Dennis Piers

Personal information
- Full name: Dennis Walter Piers
- Born: 10 May 1929 Leribe, Basutoland
- Died: 9 September 2005 (aged 76) Randburg, Gauteng, South Africa

Domestic team information
- 1947/48: Orange Free State

Career statistics
| Competition | First-class |
| Matches | 2 |
| Runs scored | 41 |
| Batting average | 10.25 |
| 100s/50s | 0/0 |
| Top score | 24 |
| Catches/stumpings | 0/– |
- Source: CricketArchive, 10 September 2015

= Dennis Piers =

South African cricketer

Dennis Walter Piers (10 May 1929 – 9 September 2005) was a South African cricketer who played two first-class matches for Orange Free State during the 1947–48 season.

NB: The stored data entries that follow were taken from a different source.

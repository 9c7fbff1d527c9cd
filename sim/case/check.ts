// A section of a case against its schema: every issue with path, expectation, what stood there and the
// nearest known word. Unknown keys are noted all at once and taken out, so that the rest is still checked.

import * as v from 'valibot';

import type { IssueKind } from './issues.ts';
import { join } from './issues.ts';
import { suggestion } from './nearest.ts';
import type { Reading } from './reading.ts';
import { NOUN } from './schema/primitives.ts';

type Schema = v.GenericSchema;
type Key = string | number;

/** What the walk needs to know of the inside of a schema; all parts are optional by its type. */
interface Inside {
  readonly type: string;
  readonly entries?: Readonly<Record<string, Schema>>;
  readonly item?: Schema;
  readonly items?: readonly Schema[];
  readonly value?: Schema;
  readonly wrapped?: Schema;
  readonly options?: readonly unknown[];
  readonly key?: unknown;
  readonly literal?: unknown;
}

/**
 * The section's value after its schema, or undefined after noting why not.
 *
 * @param path - Path of the section in the case file.
 */
export function checkSection<S extends Schema>(
  reading: Reading,
  schema: S,
  value: unknown,
  path: string,
): v.InferOutput<S> | undefined {
  const known = withoutUnknownKeys(reading, schema, value, path);
  const result = v.safeParse(schema, known);
  if (result.success) return result.output;
  for (const issue of result.issues) note(reading, schema, known, path, issue);
  return undefined;
}

/** Notes each unknown key and returns the value without them. */
function withoutUnknownKeys(reading: Reading, schema: Schema, value: unknown, path: string): unknown {
  const chosen = branch(schema, value);
  const inside = chosen as unknown as Inside;
  if (Array.isArray(value)) {
    return value.map((item: unknown, index) => {
      const of = child(chosen, index);
      return of === undefined ? item : withoutUnknownKeys(reading, of, item, join(path, index));
    });
  }
  if (!isObject(value)) return value;
  const out: Record<string, unknown> = {};
  for (const [key, item] of Object.entries(value)) {
    const of = child(chosen, key);
    if (of !== undefined) {
      define(out, key, withoutUnknownKeys(reading, of, item, join(path, key)));
    } else if (inside.entries === undefined) {
      define(out, key, item);
    } else {
      const keys = Object.keys(inside.entries);
      const where = path === '' ? 'the case' : path;
      reading.object('unknown-key', join(path, key), `a key that ${where} knows`, `"${key}"`, suggestion(key, keys));
    }
  }
  return out;
}

/** The schema inside wrappers and unions that fits a value best. */
function branch(schema: Schema, value: unknown): Schema {
  const inside = schema as unknown as Inside;
  if (inside.type === 'optional' && inside.wrapped !== undefined) return branch(inside.wrapped, value);
  const options = inside.options as readonly Schema[] | undefined;
  if (inside.type === 'variant' && isObject(value)) {
    const word = value[String(inside.key)];
    const found = options?.find((option) => {
      const entry = (option as unknown as Inside).entries?.[String(inside.key)];
      return (entry as unknown as Inside | undefined)?.literal === word;
    });
    return found ?? schema;
  }
  if (inside.type !== 'union' || options === undefined) return schema;
  if (Array.isArray(value)) {
    const list = options.find((option) => has(option, 'array') || has(option, 'tuple'));
    return list ?? schema;
  }
  if (!isObject(value)) return schema;
  const objects = options.filter((o) => has(o, 'strict_object') || has(o, 'record') || has(o, 'variant'));
  let best = objects[0];
  let most = -1;
  for (const option of objects) {
    const keys = (option as unknown as Inside).entries ?? {};
    const shared = Object.keys(value).filter((key) => Object.hasOwn(keys, key)).length;
    if (shared > most) {
      most = shared;
      best = option;
    }
  }
  return best === undefined ? schema : branch(best, value);
}

/** The schema of a key of an object, or of an index of a list. */
function child(schema: Schema, key: Key): Schema | undefined {
  const inside = schema as unknown as Inside;
  if (typeof key === 'number') return inside.items?.[key] ?? inside.item;
  if (inside.type === 'record') return inside.value;
  return inside.entries !== undefined && Object.hasOwn(inside.entries, key) ? inside.entries[key] : undefined;
}

function schemaAt(schema: Schema, value: unknown, keys: readonly Key[]): Schema | undefined {
  let at: Schema | undefined = schema;
  let here = value;
  for (const key of keys) {
    if (at === undefined) return undefined;
    at = child(branch(at, here), key);
    here = isObject(here) || Array.isArray(here) ? (here as Record<Key, unknown>)[key] : undefined;
  }
  return at;
}

/** Turns one issue of the schema library into ours; of a union, those of the branch that was meant. */
function note(reading: Reading, schema: Schema, root: unknown, path: string, issue: v.BaseIssue<unknown>): void {
  const keys = (issue.path ?? []).map((item) => item.key as Key);
  const where = keys.reduce<string>(join, path);
  const target = schemaAt(schema, root, keys);
  const noun = target === undefined ? phrase(issue.expected) : nounOf(target);
  if (issue.type === 'union' && target !== undefined) {
    const meant = branch(target, issue.input);
    if (!has(meant, 'union')) {
      for (const one of v.safeParse(meant, issue.input).issues ?? []) note(reading, meant, issue.input, where, one);
      return;
    }
    const own = (issue.issues ?? []).find((one) => one.type === 'raw_transform');
    if (own !== undefined && typeof issue.input === 'string') {
      noteQuantity(reading, where, own);
      return;
    }
  }
  if (issue.input === undefined && issue.kind === 'schema') {
    reading.object('missing', where, noun, 'nothing', 'this key is required');
  } else if (issue.type === 'raw_transform') {
    noteQuantity(reading, where, issue);
  } else if (issue.kind === 'validation') {
    reading.refuse('range', where, issue.message, issue.input);
  } else {
    const words = quotedWords(issue.expected);
    if (words.length > 0) {
      const hint = typeof issue.input === 'string' ? suggestion(issue.input, words) : undefined;
      reading.refuse('choice', where, `one of ${words.join(', ')}`, issue.input, hint);
    } else {
      reading.refuse('type', where, noun, issue.input);
    }
  }
}

/** An issue of a quantity brick: its message is `kind|hint`. */
function noteQuantity(reading: Reading, where: string, issue: v.BaseIssue<unknown>): void {
  if (issue.input === undefined) {
    reading.object('missing', where, phrase(issue.expected), 'nothing', 'this key is required');
    return;
  }
  const [kind = 'type', hint = ''] = issue.message.split('|');
  const expected = phrase(issue.expected);
  reading.refuse(kind as IssueKind, where, expected, issue.input, hint === '' ? undefined : hint);
}

/** What a schema asks for, as a noun phrase. */
function nounOf(schema: Schema): string {
  const noun = v.getMetadata(schema)[NOUN];
  if (typeof noun === 'string') return noun;
  const inside = schema as unknown as Inside;
  if (inside.wrapped !== undefined) return nounOf(inside.wrapped);
  if (inside.type === 'union') return (inside.options as readonly Schema[]).map(nounOf).join(', or ');
  if (inside.type === 'variant') return `an object with the key "${String(inside.key)}"`;
  if (inside.type === 'strict_object') {
    const required = Object.entries(inside.entries ?? {})
      .filter(([, entry]) => !has(entry, 'optional'))
      .map(([key]) => key);
    return required.length === 0 ? 'an object' : `an object with ${required.join(', ')}`;
  }
  if (inside.type === 'record') return 'an object';
  if (inside.type === 'array') return 'a list';
  if (inside.type === 'tuple') return `a list of ${inside.items?.length ?? 0}`;
  if (inside.type === 'literal') return JSON.stringify(inside.literal);
  if (inside.type === 'boolean') return 'true or false';
  return inside.type === 'string' ? 'text' : `a ${inside.type}`;
}

/** The words of a choice as the schema library lists them, `("wet" | "dry")`; empty for anything else. */
function quotedWords(expected: string | null): readonly string[] {
  return (expected?.startsWith('(') ?? false) || (expected?.startsWith('"') ?? false)
    ? [...(expected ?? '').matchAll(/"([^"]*)"/g)].map((match) => match[1] ?? '')
    : [];
}

const TYPE_WORDS: Readonly<Record<string, string>> = {
  string: 'text',
  Object: 'an object',
  Array: 'a list',
  boolean: 'true or false',
  number: 'a number',
};

function phrase(expected: string | null): string {
  const words = quotedWords(expected);
  if (words.length > 0) return words.length === 1 ? `"${words.join('')}"` : `one of ${words.join(', ')}`;
  return expected === null ? 'another value' : (TYPE_WORDS[expected] ?? expected);
}

function has(schema: Schema, type: string): boolean {
  return (schema as unknown as Inside).type === type;
}

function isObject(value: unknown): value is Record<string, unknown> {
  return typeof value === 'object' && value !== null && !Array.isArray(value);
}

/** Sets a key without letting `__proto__` act. */
function define(out: Record<string, unknown>, key: string, value: unknown): void {
  Object.defineProperty(out, key, { value, enumerable: true, configurable: true, writable: true });
}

Piers was born in Leribe (or Hlotse), in what is now Lesotho (previously part of the British colony of Basutoland). He is one of only a handful of first-class cricketers to be born in that country. (Note: Others include Alan Barr, George Boyes, Harry Boyes, Reginald Lagden, Ronald Lagden, and Arthur Lewis.) Both of Piers' matches for Orange Free State came in March 1948, towards the end of that season's Currie Cup. On debut against Western Province, he scored 24 and 6, while in the next match, against Eastern Province, he scored a duck in the first innings and 11 run in the second. In all four of his innings, he came in ninth in the batting order. Despite making his debut at the age of 17, Piers played no further matches for Orange Free State. He died in Randburg, a suburb of Johannesburg, in September 2005, aged 76.